Parliament's Speaker Dr Lockwood Smith has given a late boost to a Maori Party bill to phase out poker machine trusts by giving MPs a conscience vote on the issue.
Dr Smith notified Waiariki MP Te Ururoa Flavell yesterday that he would allow a "personal vote" on the bill, in line with a convention letting MPs exercise their individual consciences on alcohol and gambling issues.
But the ruling appears to have come too late to change decisions already made by the National, Act and United Future caucuses to oppose the bill. The three parties have 64 of Parliament's 122 MPs, enough to stop the bill at its first reading, which could come today.
The bill, motivated by the high number of Maori problem gamblers, comes after tough new laws against New Zealand's other two main addictions, which also affect Maori disproportionately.
Maori Party co-leader Tariana Turia announced a crackdown on cigarette retail displays last week, and a new liquor bill was introduced in Parliament this week.
Health Ministry figures show 36 per cent of clients of problem gambling services last year were Maori, more than twice their 15 per cent share of the population.
Mr Flavell's bill would require all poker gamblers to get "pre-commit cards" that would turn off the poker machines they were using when they reached spending limits programmed into the cards in advance - before they became mesmerised by the machines.
It would also replace the trusts which now distribute poker machine proceeds with committees appointed by local councils.
Councils would be able to ban poker machines in vulnerable areas, 80 per cent of proceeds from the machines would have to be distributed locally and payments to the racing industry would be banned.
The Internal Affairs Department has cracked down on several poker trusts associated with the racing industry recently.

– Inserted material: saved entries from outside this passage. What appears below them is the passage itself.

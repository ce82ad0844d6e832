"""The sliding face."""

from __future__ import annotations

from slip.base.records import record


@record
class Roughness:
    """Roughness of one face as the file gives it: label Ra, Rq or Rz, value in mm."""

    label: str
    value: float


@record
class Interface:
    """The face that must not slip. Friction low and high with their source and basis; `parallel_faces` share the load side by side.

    tangential_stiffness [N/mm^3] as (low, high) or None; pressure [MPa] of a face without bolts or None.
    """

    friction_low: float
    friction_high: float
    friction_source: str
    friction_basis: str
    parallel_faces: int
    roughness: tuple[Roughness, Roughness] | None
    tangential_stiffness: tuple[float, float] | None
    pressure: float | None
    run_in_friction: float | None
    plate_shear: bool
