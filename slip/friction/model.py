"""A mechanical model of a face under a load: what every model is asked for."""

from __future__ import annotations

from collections.abc import Callable
from dataclasses import field

import numpy as np

from slip.base.records import record
from slip.base.trace import Trace
from slip.friction.compliance.protocol import Compliance
from slip.friction.march.face import Face

Array = np.ndarray


@record(eq=False)
class Built:
    """A model at given clamps: compliance, the face's rigid motions, and press(clamp (n,) [N]) -> pressure (*field) [MPa] on its points.

    edge(traction (c, *field) [MPa], load) -> motion (*field) [mm] by which the outer edge of a point moves more than its mean; None
    where points stand for no more than themselves. local (*field): compliance of each point by itself [mm/MPa], where there is an edge.
    """

    compliance: Compliance
    face: Face
    press: Callable[[Array], Array]
    edge: Callable[[Array, Array], Array] | None = None
    local: Array | None = None


@record(eq=False)
class Model:
    """A model by name, why it was chosen and what its range says; `faces` shares the load between parallel faces.

    build(clamp (n,), reading): the model at clamps [N] and one reading of the face's stiffness.
    load(shear and moment (3,)): the model's load.
    length [mm]: of a lap, 0 for any other model. basis: of what it gives. trace: what the model takes.
    """

    name: str
    why: str
    faces: int
    build: Callable[[Array, int], Built]
    load: Callable[[Array], Array]
    basis: str
    length: float = 0.0
    notes: tuple[str, ...] = field(default=())
    trace: Trace = field(default_factory=Trace)
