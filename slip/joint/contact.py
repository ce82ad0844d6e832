"""What is pressed without bolts: a contact of two bodies under a force, a face of plates under a known pressure."""

from __future__ import annotations

import math

from slip.base.notes import Note
from slip.base.records import record
from slip.base.units import System
from slip.joint.elements import Elements
from slip.joint.joint import Required
from slip.joint.loads import Case
from slip.joint.material import Material
from slip.joint.plates import Plate, Rectangle, Ring
from slip.joint.surface import Interface

SHAPES = ("sphere", "cylinder", "flat", "rounded flat")


@record(eq=False)
class PressedContact:
    """What a file with [contact] says, in inside units.

    shape: one of SHAPES. radius [mm] of the profile, of the edge of a rounded flat, None for a flat. flat_width [mm]: diameter or
    width of the flat part. length [mm]: None for a round contact, else that of a plane one. normal_force [N]; bulk_stress [MPa] in
    the first body along the shear.
    """

    title: str
    system: System
    shape: str
    radius: float | None
    flat_width: float | None
    length: float | None
    normal_force: float
    bulk_stress: float
    bodies: tuple[Material, Material]
    interface: Interface
    required: Required
    cases: tuple[Case, ...]
    assumptions: tuple[Note, ...]
    warnings: tuple[Note, ...]
    digest: str
    file: str


@record(eq=False)
class PressedFace:
    """What a file with [interface] pressure says, in inside units: plates that lie on each other under an even pressure, no bolts.

    overlap: of the outlines, over which the pressure acts; every face of parallel ones has the same.
    """

    title: str
    system: System
    plates: tuple[Plate, ...]
    overlap: Rectangle | Ring
    interface: Interface
    required: Required
    cases: tuple[Case, ...]
    elements: Elements
    assumptions: tuple[Note, ...]
    warnings: tuple[Note, ...]
    digest: str
    file: str

    @property
    def area(self) -> float:
        """Area of one face [mm^2]."""
        o = self.overlap
        if isinstance(o, Rectangle):
            return (o.x1 - o.x0) * (o.y1 - o.y0)
        return math.pi / 4 * (o.outer_diameter**2 - o.inner_diameter**2)

    @property
    def width(self) -> float:
        """Diameter [mm] of a circle of the same area; of a ring its outer diameter."""
        return (
            math.sqrt(4 / math.pi * self.area) if isinstance(self.overlap, Rectangle) else self.overlap.outer_diameter
        )

    @property
    def middle(self) -> tuple[float, float]:
        """Centroid of the face [mm]."""
        o = self.overlap
        return ((o.x0 + o.x1) / 2, (o.y0 + o.y1) / 2) if isinstance(o, Rectangle) else (0.0, 0.0)

    @property
    def force(self) -> float:
        """Force that presses one face [N]."""
        assert self.interface.pressure is not None
        return self.interface.pressure * self.area
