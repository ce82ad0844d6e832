"""Materials of plates and bolts."""

from __future__ import annotations

from slip.base.records import record


@record
class Material:
    """Elastic constants of a material; `None` where neither the file nor the table gives a value.

    youngs_modulus [MPa], poissons_ratio [-], expansion [1/K], yield_strength [MPa], density [t/mm^3].
    """

    name: str
    youngs_modulus: float
    poissons_ratio: float
    expansion: float | None
    yield_strength: float | None
    density: float | None
    source: str
    basis: str
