"""Coulomb's law for one bolt: the shear that its clamp can hold, and the factors on the load that follow from it.

mu: friction of the face; m: faces in parallel; forces in N; everything broadcasts.
"""

from __future__ import annotations

from typing import Any

import numpy as np

from slip.base.formulas import formula

Value = Any
STATICS: dict[str, Any] = {"source": "statics", "basis": "derived"}


@formula("F_max", "mu*m*clamp", unit="N", **STATICS, valid="Coulomb friction")
def capacity(mu: Value, m: Value, clamp: Value) -> Value:
    """Shear [N] that friction holds at one bolt (statics, derived)."""
    return mu * m * clamp


@formula("S", "F_max/F_s", unit="", **STATICS, valid="F_s > 0")
def safety(F_max: Value, F_s: Value) -> Value:
    """Factor on the shear with the clamp held; infinite without shear, zero without clamp (statics, derived)."""
    F_max, F_s = np.asarray(F_max, dtype=float), np.asarray(F_s, dtype=float)
    with np.errstate(divide="ignore", invalid="ignore"):
        return np.where(F_max > 0, np.where(F_s > 0, F_max / F_s, np.inf), 0.0)[()]


@formula("S_all", "closed*mu*m*clamp_0/(F_s + mu*m*relief)", unit="", **STATICS, valid="F_s + mu m relief > 0")
def load_factor(closed: Value, mu: Value, m: Value, clamp_0: Value, F_s: Value, relief: Value) -> Value:
    """Factor on the whole load, axial included: clamp_0 is the clamp without the axial load, relief what that takes.

    closed: 1, or 0 for a bolt that is open at the given load. Infinite where the credited compression adds friction
    faster than the shear grows (statics, derived).
    """
    held, needed = np.asarray(mu * m * clamp_0, dtype=float), np.asarray(F_s + mu * m * relief, dtype=float)
    with np.errstate(divide="ignore", invalid="ignore"):
        return np.where(np.asarray(closed) > 0, np.where(needed > 0, held / needed, np.inf), 0.0)[()]
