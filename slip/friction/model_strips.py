"""Two plates in lap, pulled along their length: strips that stretch and hand the pull over through the face."""

from __future__ import annotations

from collections.abc import Callable

import numpy as np

from slip.base.records import record
from slip.base.trace import Trace
from slip.friction.closed import lap as form
from slip.friction.closed.layers import in_series, strip_stiffness
from slip.friction.compliance.strips import Strips
from slip.friction.faces import FaceStiffness, Lap
from slip.friction.march.face import Face
from slip.friction.model import Built, Judged, Model, patch_rim
from slip.pressure.patch import Patch, from_profile

Array = np.ndarray
NAME = "shear-lag strips"
WHY = "two plates in lap, pulled along their length"
CELLS, MOST = 240, 7680  # along the overlap; doubled until they are short against the decay, up to the latter
SHORT = 0.2  # decay times length of a cell
FINE = 40, 360  # rings and points around a patch that is laid out over the cells
LEAST_COVER = 1e-6  # cells without contact carry nothing; their layer only has to be finite
THIN, SLENDER = (
    0.4,
    16.0,
)  # omega t up to which, and length over thickness from which, strips agree with elements (tests/converge)


@record(eq=False)
class Line:
    """Pressure in every cell, mean over the width, per newton of every bolt's clamp, (cells, n) [1/mm^2]; part of each cell's width
    that is in contact, (cells,); pressure at the rim of a patch per newton of its clamp, 0 where the rim counts like all else."""

    unit: Array
    cover: Array
    rim: float


def of_patches(positions: Array, patch: Patch, lap: Lap, without_rim: bool, cells: int) -> Line:
    """The patch of one bolt laid on the cells round each of the bolts at positions (n, 2) [mm]."""
    along = positions[:, lap.axis]
    fine = from_profile(patch.radii, patch.profile, *FINE)
    places = along[:, None] + fine.points[:, lap.axis] - lap.start
    rows = np.clip((places / lap.length * cells).astype(int), 0, cells - 1)
    unit, cover = np.zeros((cells, len(along))), np.zeros(cells)
    cell = lap.width * lap.length / cells
    for bolt, row in enumerate(rows):
        unit[:, bolt] = np.bincount(row, weights=fine.shares, minlength=cells) / cell
        cover += np.bincount(row, weights=fine.areas, minlength=cells) / cell
    return Line(unit, np.minimum(cover, 1.0), patch_rim(patch) if without_rim else 0.0)


def even(lap: Lap, cells: int) -> Line:
    """One force that presses evenly on the whole overlap."""
    each = 1 / (lap.width * lap.length)
    return Line(np.full((cells, 1), each), np.ones(cells), each)


def strips(
    lap: Lap, laid: Callable[[int], Line], stiffness: FaceStiffness, clamp: Array, notes: tuple[str, ...] = ()
) -> Model:
    """The model on strips; laid(cells): the pressure on so many; clamp (n,) [N] is asked for their number, and what the range says."""
    trace, line, cells = Trace(), laid(CELLS), CELLS
    omega = mean_decay(stiffness, lap, line, clamp, trace)
    while omega * lap.length > SHORT * cells and cells < MOST:
        cells *= 2
    line = laid(cells) if cells > CELLS else line

    EA, outside = lap.EA, _outside(lap, omega)

    def press(clamp: Array) -> Array:
        return line.unit @ clamp

    def build(clamp: Array, reading: int) -> Built:
        pressure = press(clamp)
        least = 1e-6 * pressure.max()  # cells without pressure carry nothing; their layer only has to be finite
        layer = stiffness.at(np.maximum(pressure, least), reading)
        if stiffness.value is not None:  # it acts where the plates touch, not over the whole width
            layer = layer * np.maximum(line.cover, LEAST_COVER)
        compliance = Strips(lap.length, lap.width, cells, EA, layer=layer, shear=lap.shear)
        touched = np.where(pressure > 0, line.cover, 0.0)
        inside = pressure / np.maximum(touched, LEAST_COVER)  # of what touches in a cell, not of the whole width
        seen = np.where(pressure > 0, np.maximum(inside, line.rim * clamp[np.argmax(line.unit * clamp, axis=1)]), 0.0)
        yields = 1 / np.where(pressure > 0, stiffness.at(seen, reading) * np.maximum(touched, LEAST_COVER), np.inf)
        judged = Judged(seen * touched, 1 / layer + lap.shear, yields + lap.shear, yields)
        return Built(compliance, Face(1), press, lambda q, load: _edge(lap, EA, q, load), judged)

    return Model(
        NAME,
        WHY,
        lap.halves,
        build,
        lambda load: load[lap.axis : lap.axis + 1] / lap.halves,
        stiffness.weakest,
        lap.length,
        (*notes, *([f"{outside}: true slip and energy are off by more than 10 %"] if outside else [])),
        trace,
        outside=outside,
    )


def _edge(lap: Lap, stiffness: tuple[float, float], traction: Array, load: Array) -> Array:
    """Motion [mm] of both ends of the overlap beyond the mean of their cells, 0 for all others.

    From the end inwards the motion is g = g_end - P x/EA + D q x^2/2, whose mean over the cell lacks P h/(2 EA) - D q h^2/6.
    """
    cells = traction.shape[-1]
    h = lap.length / cells
    D = 1 / stiffness[0] + 1 / stiffness[1]
    more, q, P = np.zeros(cells), np.abs(traction[0]) * lap.width, abs(float(load[0]))
    for cell, EA in ((-1, stiffness[0]), (0, stiffness[1])):
        more[cell] = P * h / (2 * EA) - D * q[cell] * h**2 / 6
    return more


def _outside(lap: Lap, omega: float) -> str:
    """How a lap lies out of the range of strips with t/(3G): slender laps whose shear decays over more than two thicknesses."""
    omega_t = omega * lap.thickness
    said = [f"omega t = {omega_t:.3g} is above {THIN:g}"] if omega_t > THIN else []
    if lap.length < SLENDER * lap.thickness:
        said.append(f"the lap is shorter than {SLENDER:g} thicknesses")
    return ", ".join(said)


def mean_decay(stiffness: FaceStiffness, lap: Lap, line: Line, clamp: Array, trace: Trace) -> float:
    """Decay of the motion from the ends [1/mm], at the mean of the face's typical stiffness over the cells in contact."""
    pressure = line.unit @ clamp
    k_t = float(stiffness.at(pressure[pressure > 0], 1).mean())
    said = "stiffness of the face, mean over the overlap in contact"
    trace.given(said, "k_t", k_t, "N/mm^3", stiffness.source, stiffness.basis)
    trace.given("shear of both plates through their thickness", "C", lap.shear, "mm^3/N", "tsai1998", "derived")
    k_A = trace("the two in series", in_series, k_t=k_t, C=lap.shear)
    k = trace("stiffness for each length", form.line_stiffness, k_A=k_A, b=lap.width)
    EA = [
        trace(f"stiffness of the strip pulled at the {end} end", strip_stiffness, E=E, t=t, b=b)
        for end, (E, t, b) in zip(("far", "near"), lap.strips, strict=True)
    ]
    D = trace("difference of the strips' strains for each newton", form.strain_per_force, EA_1=EA[0], EA_2=EA[1])
    return float(trace("decay of the motion from the ends", form.decay, k=k, D=D))
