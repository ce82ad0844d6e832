"""The joint in words: frozen records in N, mm, MPa, K. They compute nothing; `read` fills them, the later stages use them."""
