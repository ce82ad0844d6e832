"""How a table of many load cases is read."""

from __future__ import annotations

from collections.abc import Mapping

from slip.base.records import record
from slip.base.units import System


@record(eq=False)
class TableForm:
    """What the file says of its tables; what it leaves open is detected.

    units: of columns whose header has none, or None. columns: name in the table of one of our columns. axes: for x, y and the normal
    of the joint the axis of the table, 0 to 2, and its sign. decimal: "." or ",", '' where it is detected.
    """

    units: System | None
    columns: Mapping[str, str]
    axes: tuple[tuple[int, float], ...]
    decimal: str


OWN_AXES = ((0, 1.0), (1, 1.0), (2, 1.0))
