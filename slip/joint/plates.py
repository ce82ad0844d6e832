"""The clamped plates, from the bolt head down."""

from __future__ import annotations

import numpy as np

from slip.base.records import record
from slip.joint.material import Material

Array = np.ndarray


@record
class Rectangle:
    """Outline with corners (x0, y0) and (x1, y1) in mm."""

    x0: float
    y0: float
    x1: float
    y1: float

    def edge_distance(self, positions: Array) -> Array:
        """Distance [mm] of points, shape (n, 2), from the nearest edge, shape (n,); negative outside."""
        x, y = positions[:, 0], positions[:, 1]
        return np.minimum.reduce([x - self.x0, self.x1 - x, y - self.y0, self.y1 - y])


@record
class Ring:
    """Outline between two circles about the origin, diameters in mm."""

    outer_diameter: float
    inner_diameter: float

    def edge_distance(self, positions: Array) -> Array:
        """Distance [mm] of points, shape (n, 2), from the nearer circle, shape (n,); negative outside the ring."""
        r = np.hypot(positions[:, 0], positions[:, 1])
        outer = self.outer_diameter / 2 - r
        return np.minimum(outer, r - self.inner_diameter / 2) if self.inner_diameter > 0 else outer


@record
class Plate:
    """One clamped plate: thickness in mm, outline or None where not given, edge through which its load enters or ''."""

    name: str
    material: Material | None
    thickness: float
    outline: Rectangle | Ring | None
    load_edge: str


def clamped(plates: tuple[Plate, ...], tapped: bool) -> tuple[Plate, ...]:
    """The plates inside the grip: all of them, or all but the last when the bolt is screwed into that one."""
    return plates[:-1] if tapped else plates
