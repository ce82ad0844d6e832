"""The bolt: thread, grade, head, what lies in the grip."""

from __future__ import annotations

from slip.base.records import record
from slip.joint.material import Material


@record
class Thread:
    """A thread by its designation; diameter and pitch in mm. `unified` selects the stress area of ASME B1.1."""

    designation: str
    diameter: float
    pitch: float
    unified: bool
    source: str
    basis: str


@record
class Grade:
    """Strengths in MPa: lowest yield and tensile strength, and the nominal tensile strength that structural standards use."""

    name: str
    yield_strength: float
    tensile_strength: float
    tensile_nominal: float
    source: str
    basis: str


@record
class Segment:
    """A piece of the bolt inside the grip: diameter and length in mm."""

    diameter: float
    length: float


@record
class Bolt:
    """One bolt of the pattern; all bolts are alike. Lengths in mm; None where the file is silent and no table can say.

    `washers` are the thicknesses under the head and under the nut. Without `segments` the shank may reach from none to all of the grip.
    """

    thread: Thread | None
    grade: Grade | None
    head: str
    bearing_diameter: float | None
    hole_diameter: float | None
    shank_diameter: float | None
    segments: tuple[Segment, ...]
    tapped: bool
    washers: tuple[float, float]
    material: Material
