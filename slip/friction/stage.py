"""The friction stage: what the faces can hold, per bolt, as a group, and for the force alone."""

from __future__ import annotations

from dataclasses import dataclass

import numpy as np

from slip.base.trace import Trace
from slip.clamp.stage import Clamp
from slip.clamp.working import resultant
from slip.friction import law
from slip.friction.march.limit import Limit, limit
from slip.friction.march.relief import limit_with_relief, relieved_factor
from slip.joint.joint import Joint
from slip.pressure.stage import Patch, Pressure

Array = np.ndarray


@dataclass(frozen=True, eq=False)
class Slip:
    """Gross slip over S states and n bolts. safety holds the clamp, load_factor lets the whole load grow.

    per bolt: shear [N], bolt_safety, bolt_load_factor, each (S, n); group and force only: (S,). sliding: whether the
    state has any shear, (S,); turning: whether it has a moment about the normal. group: the held limit with its proof.
    """

    shear: Array
    bolt_safety: Array
    bolt_load_factor: Array
    group: Limit
    group_load_factor: Array
    force_safety: Array
    force_load_factor: Array
    sliding: Array
    turning: Array
    trace: Trace


def slip(joint: Joint, clamp: Clamp, pressure: Pressure) -> Slip:
    """The friction stage of a joint at the lowest friction and the lowest clamp."""
    trace, ledger, states = Trace(), clamp.ledger, clamp.states
    mu, m = joint.interface.friction_low, joint.interface.parallel_faces
    shear = trace("shear of the bolt", resultant, F_x=states.shear[0], F_y=states.shear[1])
    held = trace("friction capacity", law.capacity, mu=mu, m=m, clamp=ledger.clamp_low)
    bound, relief = mu * m * ledger.clamp_without_axial, mu * m * ledger.relief
    group, group_growing = _group(joint, held, bound, relief, states.load, pressure.patch, trace)
    force = np.hypot(states.load[:, 0], states.load[:, 1])
    columns = {f"F_{i + 1}": held[:, i : i + 1] for i in range(joint.pattern.count)}
    total = trace.total("capacity of all bolts together", "sum_F", columns, "N", "statics", "derived")
    force_safety = trace("safety for the force alone, clamp held", law.safety, F_max=total, F_s=force[:, None])
    if pressure.patch is not None:  # one bolt under torque: the limit of its patch is its first slip
        safety, growing = group.factor[:, None], group_growing[:, None]
    else:
        closed = np.where(ledger.open, 0.0, 1.0)
        values = {"mu": mu, "m": m, "clamp_0": ledger.clamp_without_axial, "F_s": shear, "relief": ledger.relief}
        safety = trace("safety per bolt, clamp held", law.safety, F_max=held, F_s=shear)
        growing = trace("load factor per bolt, all loads", law.load_factor, closed=closed, **values)
    sliding = (shear > 0).any(axis=-1) | (np.abs(states.load[:, 2]) > 0)
    return Slip(
        shear=shear,
        bolt_safety=safety,
        bolt_load_factor=growing,
        group=group,
        group_load_factor=group_growing,
        force_safety=force_safety[:, 0],
        force_load_factor=_force_only(bound, relief, force),
        sliding=sliding,
        turning=np.abs(states.load[:, 2]) > 0,
        trace=trace,
    )


def _group(
    joint: Joint, held: Array, bound: Array, relief: Array, load: Array, patch: Patch | None, trace: Trace
) -> tuple[Limit, Array]:
    """Limit of all bolts together with the clamp held, and the factor at which the whole load grows, (S,)."""
    points, shares = joint.pattern.arms, np.ones(joint.pattern.count)
    if patch is not None:
        points, shares = patch.points, patch.shares
    at_given = limit(held * shares, points, load)
    growing = limit_with_relief(bound * shares, relief * shares, points, load)
    factor = np.where(at_given.factor == 0, 0.0, growing.factor)
    names = ("safety of the group, clamp held", "load factor of the group, all loads")
    if patch is not None:
        trace.given(f"{names[0]} (pressure patch)", "S_group", at_given.factor[:, None], "", "limit", patch.basis)
        trace.given(f"{names[1]} (pressure patch)", "S_group_all", factor[:, None], "", "limit", patch.basis)
    else:
        left = np.maximum(bound - np.where(np.isfinite(factor), factor, 0.0)[:, None] * relief, 0.0)
        for name, symbol, forces, motion in (
            (names[0], "S_group", held, at_given.motion),
            (names[1], "S_group_all", left, growing.motion),
        ):
            travel = _travel(motion, points)
            parts = [[values[:, i : i + 1] for i in range(joint.pattern.count)] for values in (forces, travel)]
            trace.products(
                f"{name}: work of the bolts on the slip motion of unit load work", symbol, *parts, "limit", "derived"
            )
    return at_given, factor


def _travel(motion: Array, points: Array) -> Array:
    """Slip of every point, (S, n), on rigid motions (S, 3): shift of the origin and turn."""
    return np.hypot(motion[:, 0:1] - motion[:, 2:] * points[:, 1], motion[:, 1:2] + motion[:, 2:] * points[:, 0])


def _force_only(bound: Array, relief: Array, force: Array) -> Array:
    """Factor on the whole load at which all capacities together equal the resultant force, (S,); infinite without force."""
    with np.errstate(divide="ignore"):
        slide = np.where(force > 0, 1 / force, np.inf)[:, None] * np.ones_like(bound)
    factor = np.full(force.shape, np.inf)
    moving = force > 0
    factor[moving] = relieved_factor(bound[moving], relief[moving], slide[moving])
    return factor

Three trusts were banned from giving any more money to four trotting clubs last year after their grants to the four clubs jumped from less than $500,000 a year to $5.4 million over two years.
The Problem Gambling Foundation, the Salvation Army, the Hamilton Council of Christian Social Services and Poverty Action Waikato have all this week urged MPs to support the bill.
But Internal Affairs Minister Nathan Guy said yesterday that National would oppose it.
"I'm disappointed with the behaviour of some gaming societies but I'm not yet convinced we should turn the whole system over to be run by local government," he said.
"The Government's overall policy on gambling is to minimise the harm caused while maximising the returns to the community, and we are not convinced that Mr Flavell's bill would achieve this.
"Requiring 80 per cent of the proceeds from gaming machines to be returned locally would be difficult to enforce and would restrict the flexibility of gaming machine societies to make grants to the most deserving causes."
Labour's shadow minister for the issue, Chris Hipkins, said Labour's caucus had voted to support the bill before yesterday's Speaker's ruling.
Australia's Labor Government also decided to introduce "pre-commit" requirements for all poker machines by 2014 as part of a post-election deal this year with Tasmanian independent Andrew Wilkie.
The chief executive of a Melbourne company promoting pre-commit technology, Phil Ryan, said poker machines could be modified to track individual gamblers at a cost of about A$1500 ($1938) a machine, and individuals could be given fingerprint-encoded USB sticks for about A$10 ($12.70) each.
He said Australia's Productivity Commission recommended last year that the cost should be paid by gamblers, through programming the machines to pay out about 0.2 per cent less in prize money.
ETHNIC DISPARITY
*79 per cent of New Zealanders declared themselves as European/other in the 2006 Census.
*But only 49 per cent of problem gamblers were from this group.
*15 per cent of New Zealanders said they were Maori.
*But 36 per cent of all problem gamblers were from this group.